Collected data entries
*-*-*
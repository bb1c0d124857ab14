import { describe, expect, it } from 'vitest';
import { ConfigError, loadConfig, parseTrustProxy } from '../../../../server/config';

const SECRET = 'k'.repeat(32);
const problemsOf = (env: Record<string, string>): string[] => {
  try {
    loadConfig(env);
    return [];
  } catch (err) {
    expect(err).toBeInstanceOf(ConfigError);
    return (err as ConfigError).problems;
  }
};

describe('TRUST_PROXY takes the values Express\'s "trust proxy" setting takes (Express 5 API, app settings [from memory])', () => {
  it.each([
    [undefined, false],
    ['', false],
    ['false', false],
    ['0', false],
    ['true', true],
    ['1', 1],
    ['2', 2],
    ['loopback', 'loopback'],
    ['loopback, 10.0.0.0/8', 'loopback, 10.0.0.0/8'],
    ['192.0.2.10,2001:db8::/32', '192.0.2.10,2001:db8::/32'],
  ])('%j is accepted as %j', (raw, expected) => {
    expect(parseTrustProxy(raw)).toEqual({ value: expected });
  });

  it.each(['proxy.internal', '10.0.0.0/33', '1.2.3'])('%j is refused with a message naming TRUST_PROXY', (raw) => {
    const problems = problemsOf({ NODE_ENV: 'production', SESSION_SECRET: SECRET, TRUST_PROXY: raw });
    expect(problems).toHaveLength(1);
    expect(problems[0]).toMatch(/^TRUST_PROXY: /);
  });
});

describe('demo data', () => {
  it.each([
    [{ NODE_ENV: 'development' }, true],
    [{ NODE_ENV: 'development', SEED_DEMO: '0' }, false],
    [{ NODE_ENV: 'production', SESSION_SECRET: SECRET }, false],
    [{ NODE_ENV: 'production', SESSION_SECRET: SECRET, SEED_DEMO: '1', DEMO_PASSWORD: 'a private demo password' }, true],
  ])('%j seeds the demo: %s', (env, expected) => {
    expect(loadConfig(env).seedDemo).toBe(expected);
  });

  it('production with SEED_DEMO=1 and the public demo password is refused, naming DEMO_PASSWORD', () => {
    expect(problemsOf({ NODE_ENV: 'production', SESSION_SECRET: SECRET, SEED_DEMO: '1' })).toEqual([
      expect.stringMatching(/^DEMO_PASSWORD: /),
    ]);
  });
});

describe('first administrator from the environment', () => {
  it('both variables give the account, with a default name', () => {
    const config = loadConfig({ NODE_ENV: 'production', SESSION_SECRET: SECRET, BOOTSTRAP_ADMIN_EMAIL: 'it@fernhollow.test', BOOTSTRAP_ADMIN_PASSWORD: 'twelve chars ok' });
    expect(config.bootstrapAdmin).toEqual({ email: 'it@fernhollow.test', password: 'twelve chars ok', name: 'Laboratory administrator' });
  });

  // OWASP ASVS 4.0 V2.1.1: passwords of at least 12 characters [from memory]; the public demo password is never allowed.
  it.each([
    ['eleven char', /Use at least 12 characters/],
    ['cristae-demo', /public demo password/],
  ])('password %j is refused with one message naming BOOTSTRAP_ADMIN_PASSWORD', (password, message) => {
    const problems = problemsOf({ NODE_ENV: 'development', BOOTSTRAP_ADMIN_EMAIL: 'it@fernhollow.test', BOOTSTRAP_ADMIN_PASSWORD: password });
    expect(problems).toHaveLength(1);
    expect(problems[0]).toMatch(/^BOOTSTRAP_ADMIN_PASSWORD: /);
    expect(problems[0]).toMatch(message);
  });

  it('an e-mail address without a password is refused, naming the missing one', () => {
    expect(problemsOf({ NODE_ENV: 'development', BOOTSTRAP_ADMIN_EMAIL: 'it@fernhollow.test' })).toEqual([
      expect.stringMatching(/^BOOTSTRAP_ADMIN_PASSWORD: set both/),
    ]);
  });
});

describe('session secret', () => {
  it('development runs on the built-in value; production never does', () => {
    expect(loadConfig({ NODE_ENV: 'development' }).sessionSecret).toBe('cristae-local-session-secret-change-me');
    expect(problemsOf({ NODE_ENV: 'production' })).toEqual([expect.stringMatching(/^SESSION_SECRET: required in production/)]);
    expect(loadConfig({ NODE_ENV: 'production', SESSION_SECRET: SECRET }).sessionSecret).toBe(SECRET);
  });
});

describe('DATABASE_POOL_MAX: connections per application process to PostgreSQL', () => {
  it('unset or empty gives 10; a whole number from 2 up is taken as it is', () => {
    expect(loadConfig({}).databasePoolMax).toBe(10);
    expect(loadConfig({ DATABASE_POOL_MAX: '' }).databasePoolMax).toBe(10);
    expect(loadConfig({ DATABASE_POOL_MAX: '2' }).databasePoolMax).toBe(2);
    expect(loadConfig({ DATABASE_POOL_MAX: '40' }).databasePoolMax).toBe(40);
  });

  // With one connection, a write holding it waited for ever for a second to read with: the demo seed on an empty
  // PostgreSQL database never finished (tests/api/startup-lock.api.test.ts shows 2 is enough).
  it.each([
    ['1', /^DATABASE_POOL_MAX: must be at least 2: a write holds one connection/],
    ['0', /^DATABASE_POOL_MAX: must be at least 2/],
    ['abc', /^DATABASE_POOL_MAX: must be a whole number$/],
    ['2.5', /^DATABASE_POOL_MAX: must be a whole number$/],
    ['1001', /^DATABASE_POOL_MAX: must be at most 1000/],
  ])('%j is refused, naming the variable', (raw, message) => {
    const problems = problemsOf({ DATABASE_POOL_MAX: raw });
    expect(problems).toHaveLength(1);
    expect(problems[0]).toMatch(message);
  });
});
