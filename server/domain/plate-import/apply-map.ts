import { assayCodes } from '@/schemas/common';
import {
  plateGroupKey,
  plateMapSchema,
  type MappedPlate,
  type MappedTraceGroup,
  type ParsedWell,
  type PlateIssue,
  type PlateMap,
  type PlateMapEntry,
  type PlateParseResult,
  type TracePoint,
} from '@/schemas/plate';
import { IssueList } from './errors';
import { parsePlateFile } from './parse-plate';

function traceOf(timesS: number[], well: ParsedWell): TracePoint[] {
  return timesS.map((t, i) => ({ t, a: well.absorbances[i]! }));
}

function describeUse(e: PlateMapEntry): string {
  return `${e.specimenRef} ${e.assay} ${e.role}, replicate ${e.replicate}`;
}

/**
 * Validates the map (same rules as the shared schema) and returns its parsed form, or throws
 * PlateImportError with code MAP_INVALID issues naming the entry and its well.
 */
function checkMap(map: PlateMap): PlateMap {
  const result = plateMapSchema.safeParse(map);
  if (result.success) return result.data;
  const issues: IssueList = new IssueList();
  for (const zi of result.error.issues) {
    const [top, index, field] = zi.path;
    if (top === 'wells' && typeof index === 'number') {
      const raw: unknown = Array.isArray(map.wells) ? map.wells[index] : undefined;
      const well =
        raw !== null && typeof raw === 'object' && 'well' in raw && typeof raw.well === 'string'
          ? raw.well
          : null;
      const what = typeof field === 'string' ? ` (${field})` : '';
      issues.add('MAP_INVALID', `Plate map entry ${index + 1}${what}: ${zi.message}`, {
        column: well,
      });
    } else {
      const what = zi.path.length > 0 ? ` (${zi.path.join('.')})` : '';
      issues.add('MAP_INVALID', `Plate map${what}: ${zi.message}`);
    }
  }
  return issues.fail();
}

/**
 * Joins parsed readings with a plate map: one group per specimen label × assay × replicate, with
 * the total trace and, when mapped, the background and blank traces. Throws PlateImportError when
 * the map is invalid or names a well that the file does not have (MISSING_WELL, located at the
 * header line). Wells in the file that the map does not use are returned as UNMAPPED_WELL
 * warnings, not errors: plate readers commonly export the whole plate.
 */
export function applyPlateMap(parsed: PlateParseResult, map: PlateMap): MappedPlate {
  return mapCheckedEntries(parsed, checkMap(map).wells);
}

/**
 * applyPlateMap for entries already checked by their own schema (a run's layout, whose wells may lie
 * beyond H12 and whose labels are the run's group owners).
 */
export function mapCheckedEntries(parsed: PlateParseResult, entries: PlateMapEntry[]): MappedPlate {
  const checked = { wells: entries };
  const byWell = new Map(parsed.wells.map((w) => [w.well, w]));
  const issues: IssueList = new IssueList();

  const usesByWell = new Map<string, PlateMapEntry[]>();
  for (const e of checked.wells) {
    const uses = usesByWell.get(e.well);
    if (uses) uses.push(e);
    else usesByWell.set(e.well, [e]);
  }
  for (const [well, uses] of usesByWell) {
    if (!byWell.has(well)) {
      issues.add(
        'MISSING_WELL',
        `The plate map uses well ${well} (${uses.map(describeUse).join('; ')}) but the file has no ${well} column.`,
        { row: parsed.headerLine, column: well },
      );
    }
  }
  issues.throwIfAny();

  const groups = new Map<string, MappedTraceGroup>();
  const specimenOrder = new Map<string, number>();
  // Totals first, so every background and blank finds its group (the schema guarantees a total).
  const ordered = [...checked.wells].sort(
    (x, y) => Number(x.role !== 'total') - Number(y.role !== 'total'),
  );
  for (const e of checked.wells) {
    if (!specimenOrder.has(e.specimenRef)) specimenOrder.set(e.specimenRef, specimenOrder.size);
  }
  for (const e of ordered) {
    const trace = traceOf(parsed.timesS, byWell.get(e.well)!);
    const key = plateGroupKey(e);
    if (e.role === 'total') {
      groups.set(key, {
        specimenRef: e.specimenRef,
        assay: e.assay,
        replicate: e.replicate,
        wells: { total: e.well },
        total: trace,
      });
    } else {
      const g = groups.get(key)!;
      g.wells[e.role] = e.well;
      g[e.role] = trace;
    }
  }

  const sorted = [...groups.values()].sort(
    (x, y) =>
      specimenOrder.get(x.specimenRef)! - specimenOrder.get(y.specimenRef)! ||
      assayCodes.indexOf(x.assay) - assayCodes.indexOf(y.assay) ||
      x.replicate - y.replicate,
  );

  const warnings: PlateIssue[] = parsed.wells
    .filter((w) => !usesByWell.has(w.well))
    .map((w) => ({
      code: 'UNMAPPED_WELL',
      row: parsed.headerLine,
      column: w.header,
      columnNumber: w.columnNumber,
      message: `Well ${w.well} is in the file but not in the plate map; its readings are not used.`,
    }));

  return { groups: sorted, warnings };
}

/** Parses the file and applies the map in one step; throws PlateImportError. */
export function importPlateFile(
  input: Uint8Array | string,
  map: PlateMap,
): { parsed: PlateParseResult; mapped: MappedPlate } {
  const parsed = parsePlateFile(input);
  return { parsed, mapped: applyPlateMap(parsed, map) };
}
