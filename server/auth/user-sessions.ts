import { QueryTypes, type Sequelize, type Transaction } from 'sequelize';
import { storedLoginUserId } from './passport';
import { forgetEverywhere } from '../db/forget-everywhere';

/**
 * Ends every stored session of one account (OWASP ASVS 4.0, 3.3.3 and 3.3.4): deletes the rows of the session
 * table and, once the transaction commits, drops them from the in-memory session caches of every server. The account's session
 * generation, raised in the same transaction, refuses any copy still in flight. A laboratory keeps few sessions,
 * so the rows are read and matched here rather than indexed by user.
 */
export async function endSessionsOfUser(sequelize: Sequelize, userId: number, transaction: Transaction): Promise<number> {
  const rows = await sequelize.query<{ sid: string; data: string | null }>('SELECT sid, data FROM "Sessions"', {
    type: QueryTypes.SELECT,
    transaction,
  });
  const sids = rows
    .filter((r) => {
      try {
        const data = JSON.parse(r.data ?? 'null') as { passport?: { user?: unknown } } | null;
        return storedLoginUserId(data?.passport?.user) === userId;
      } catch {
        return false;
      }
    })
    .map((r) => r.sid);
  if (sids.length === 0) return 0;
  await sequelize.query('DELETE FROM "Sessions" WHERE sid IN (:sids)', { replacements: { sids }, transaction });
  transaction.afterCommit(() => forgetEverywhere({ sessions: sids }));
  return sids.length;
}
*-*-*
-- PROMPT --
Copy out the range of lines above starting at the line with "The account's session" and ending at the line with "generation, raised in", exactly and including both.

-- REPLY --
 * table and, once the transaction commits, drops them from the in-memory session caches of every server. The account's session
 * generation, raised in the same transaction, refuses any copy still in flight. A laboratory keeps few sessions,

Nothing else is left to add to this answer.